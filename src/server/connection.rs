//! The accept loop and the life of each connection, in place of `axum::serve`, which has no place for the
//! limits below.
//!
//! - At most `max_connections` connections are served in full, and `reserved_connections` more answer only
//!   the probes and /metrics, one request each and with at most a second to send it: a client that opens
//!   thousands of connections takes the service's file descriptors no further, and the orchestrator still
//!   sees /healthz. When the reserved places are all taken, a newcomer that speaks takes the place of the
//!   oldest reserved connection that has sent nothing yet (a probe speaks at once, a flood of idle
//!   connections does not). Beyond that, a connection gets a best-effort 503 and is closed at once.
//! - Each connection has a watchdog: the request head must arrive within the header timeout (counted from
//!   the connection's start, or from the first byte of a later request), an idle keep-alive connection is
//!   closed after the keep-alive timeout, and a connection whose answer the client does not read (every
//!   write blocked) for the send timeout is closed. A connection is exempt from the first two while a
//!   request is being served: the body deadline, the request timeout and the admission control govern that.
//! - On shutdown the listener is closed at once, idle connections are closed, requests in flight have the
//!   grace period to finish; then the connections left are dropped, which drops their requests, and the
//!   computations behind them see their cancellation flag (`api::cancel`).

use crate::config::ConnectionLimits;
use crate::telemetry::metrics;
use axum::Router;
use hyper::body::Incoming;
use hyper::server::conn::http1;
use hyper_util::rt::TokioIo;
use std::convert::Infallible;
use std::future::Future;
use std::io;
use std::pin::Pin;
use std::sync::{Arc, LazyLock, Mutex, MutexGuard};
use std::task::{Context, Poll};
use std::time::Duration;
use tokio::io::{AsyncRead, AsyncWrite, ReadBuf};
use tokio::net::{TcpListener, TcpStream};
use tokio::sync::{watch, Notify, OwnedSemaphorePermit, Semaphore};
use tokio::task::JoinSet;
use tokio::time::Instant;
use tower::ServiceExt;

/// Serve `app` on the listener until `shutdown` resolves, then shut down within the grace period.
/// Connections beyond `max_connections` are served by `probes` (one request each) while reserved places last.
pub async fn serve(
    listener: TcpListener,
    app: Router,
    probes: Router,
    limits: ConnectionLimits,
    shutdown: impl Future<Output = ()> + Send,
) -> io::Result<()> {
    let limits = Arc::new(limits);
    let full = Arc::new(Semaphore::new(limits.max_connections.min(Semaphore::MAX_PERMITS)));
    let reserved = Arc::new(Reserved::new(limits.reserved_connections));
    let (stop, stopping) = watch::channel(());
    let mut conns = JoinSet::new();
    tokio::pin!(shutdown);
    loop {
        tokio::select! {
            biased;
            () = &mut shutdown => break,
            Some(_) = conns.join_next(), if !conns.is_empty() => {}
            accepted = listener.accept() => {
                let stream = match accepted {
                    Ok((stream, _)) => stream,
                    Err(e) => {
                        accept_error(e).await;
                        continue;
                    }
                };
                let _ = stream.set_nodelay(true);
                let (limits, stopping) = (limits.clone(), stopping.clone());
                if let Ok(place) = full.clone().try_acquire_owned() {
                    let conn = Conn { service: app.clone(), reserved: None, _place: place };
                    conns.spawn(conn.run(stream, limits, stopping));
                } else if let Ok(place) = reserved.places.clone().try_acquire_owned() {
                    let conn = Conn { service: probes.clone(), reserved: Some(reserved.clone()), _place: place };
                    conns.spawn(conn.run(stream, limits, stopping));
                } else if has_spoken(&stream) {
                    // Under a flood the request of a probe has arrived by the time it is accepted.
                    match reserved.evict_for_newcomer() {
                        Some(waiting) => {
                            conns.spawn(take_evicted_place(stream, waiting, reserved.clone(), probes.clone(), limits, stopping));
                        }
                        None => refuse(stream),
                    }
                } else if let Ok(listening) = reserved.listening.clone().try_acquire_owned() {
                    // Otherwise it is given a moment to speak.
                    let (reserved, probes) = (reserved.clone(), probes.clone());
                    conns.spawn(async move {
                        let readable = tokio::time::timeout(SPEAK_WAIT, stream.readable()).await;
                        // Readable may also mean that the client has gone.
                        let spoke = matches!(readable, Ok(Ok(()))) && has_spoken(&stream);
                        drop(listening);
                        let waiting = if spoke { reserved.evict_for_newcomer() } else { None };
                        match waiting {
                            Some(waiting) => take_evicted_place(stream, waiting, reserved, probes, limits, stopping).await,
                            None => refuse(stream),
                        }
                    });
                } else {
                    refuse(stream);
                }
            }
        }
    }
    drop(listener);
    let grace = limits.shutdown_grace;
    tracing::info!(
        connections = conns.len(),
        grace_secs = grace.as_secs_f64(),
        "listener closed; finishing the requests in flight"
    );
    let _ = stop.send(());
    let drained = tokio::time::timeout(grace, async { while conns.join_next().await.is_some() {} }).await.is_ok();
    if !drained {
        tracing::warn!(
            connections = conns.len(),
            "grace period over: closing the connections left and abandoning their work"
        );
        // Aborting drops each connection with its requests; a request's computation is told to stop when its
        // future is dropped. The tasks end at their next poll, so this wait is short.
        conns.abort_all();
        let _ = tokio::time::timeout(Duration::from_secs(2), async {
            while let Some(r) = conns.join_next().await {
                if r.is_err_and(|e| e.is_cancelled()) {
                    metrics::connection_closed("shutdown");
                }
            }
        })
        .await;
    }
    Ok(())
}

/// The file descriptors the process may open, when known (the soft RLIMIT_NOFILE, from /proc).
pub fn open_files_limit() -> Option<usize> {
    let text = std::fs::read_to_string("/proc/self/limits").ok()?;
    let line = text.lines().find(|l| l.starts_with("Max open files"))?;
    line["Max open files".len()..].split_whitespace().next()?.parse().ok()
}

/// Lower `max_connections` so that every connection, reserved ones and the newcomers waiting for one of
/// their places included, has a file descriptor, with `spare` left for the listener and the rest of the
/// process. Returns the limit it had to fit, if it did.
pub fn fit_to_open_files(limits: &mut ConnectionLimits, files: Option<usize>, spare: usize) -> Option<usize> {
    let files = files?;
    let others = limits.reserved_connections.saturating_mul(3).saturating_add(spare);
    if limits.max_connections.saturating_add(others) <= files {
        return None;
    }
    limits.max_connections = files.saturating_sub(others).max(1);
    Some(files)
}

/// How long a newcomer waits for the place of the reserved connection it evicted.
const EVICTION_WAIT: Duration = Duration::from_millis(200);

/// How long a newcomer that finds the reserved places taken may take to send its first byte.
const SPEAK_WAIT: Duration = Duration::from_millis(50);

/// Whether the client has sent something already (peeked, so hyper still reads it).
fn has_spoken(stream: &TcpStream) -> bool {
    let mut buf = [std::mem::MaybeUninit::<u8>::uninit(); 1];
    matches!(socket2::SockRef::from(stream).peek(&mut buf), Ok(n) if n > 0)
}

/// Serve a newcomer on the place of the reserved connection it evicted, once that one has given it back.
async fn take_evicted_place(
    stream: TcpStream,
    waiting: OwnedSemaphorePermit,
    reserved: Arc<Reserved>,
    probes: Router,
    limits: Arc<ConnectionLimits>,
    stopping: watch::Receiver<()>,
) {
    let place = tokio::time::timeout(EVICTION_WAIT, reserved.places.clone().acquire_owned()).await;
    drop(waiting);
    match place {
        Ok(Ok(place)) => {
            Conn { service: probes, reserved: Some(reserved), _place: place }.run(stream, limits, stopping).await
        }
        _ => refuse(stream),
    }
}

/// The reserved places, and the watchdogs of the connections on them (to pick one to evict).
///
/// When the places are all taken, a newcomer that speaks (at once, or within `SPEAK_WAIT`) may take the
/// place of the oldest one that has sent nothing; newcomers that say nothing are refused. Each kind of
/// newcomer in waiting is bounded by the number of places.
struct Reserved {
    places: Arc<Semaphore>,
    /// Newcomers waiting for an evicted place.
    waiting: Arc<Semaphore>,
    /// Newcomers given a moment to speak.
    listening: Arc<Semaphore>,
    live: Mutex<Vec<Arc<Watch>>>,
}

impl Reserved {
    fn new(n: usize) -> Reserved {
        let n = n.min(Semaphore::MAX_PERMITS);
        let sem = || Arc::new(Semaphore::new(n));
        Reserved { places: sem(), waiting: sem(), listening: sem(), live: Mutex::new(vec![]) }
    }

    fn live(&self) -> MutexGuard<'_, Vec<Arc<Watch>>> {
        self.live.lock().unwrap_or_else(|e| e.into_inner())
    }

    /// Tell the oldest reserved connection that has sent nothing to close, if there is one (and room for
    /// the newcomer to wait); the newcomer's waiting place.
    fn evict_for_newcomer(&self) -> Option<OwnedSemaphorePermit> {
        let waiting = self.waiting.clone().try_acquire_owned().ok()?;
        let live = self.live();
        let victim = live
            .iter()
            .filter_map(|w| {
                let p = w.phase();
                (p.busy == 0 && !p.answered && p.first_byte.is_none() && !p.evicted).then_some((p.since, w))
            })
            .min_by_key(|(since, _)| *since)
            .map(|(_, w)| w.clone())?;
        drop(live);
        victim.phase().evicted = true;
        victim.changed.notify_one();
        Some(waiting)
    }
}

- **The problem**: Which of the lines above contain "descriptors"? Return them all.

- **Task output**:
//!   thousands of connections takes the service's file descriptors no further, and the orchestrator still
/// The file descriptors the process may open, when known (the soft RLIMIT_NOFILE, from /proc).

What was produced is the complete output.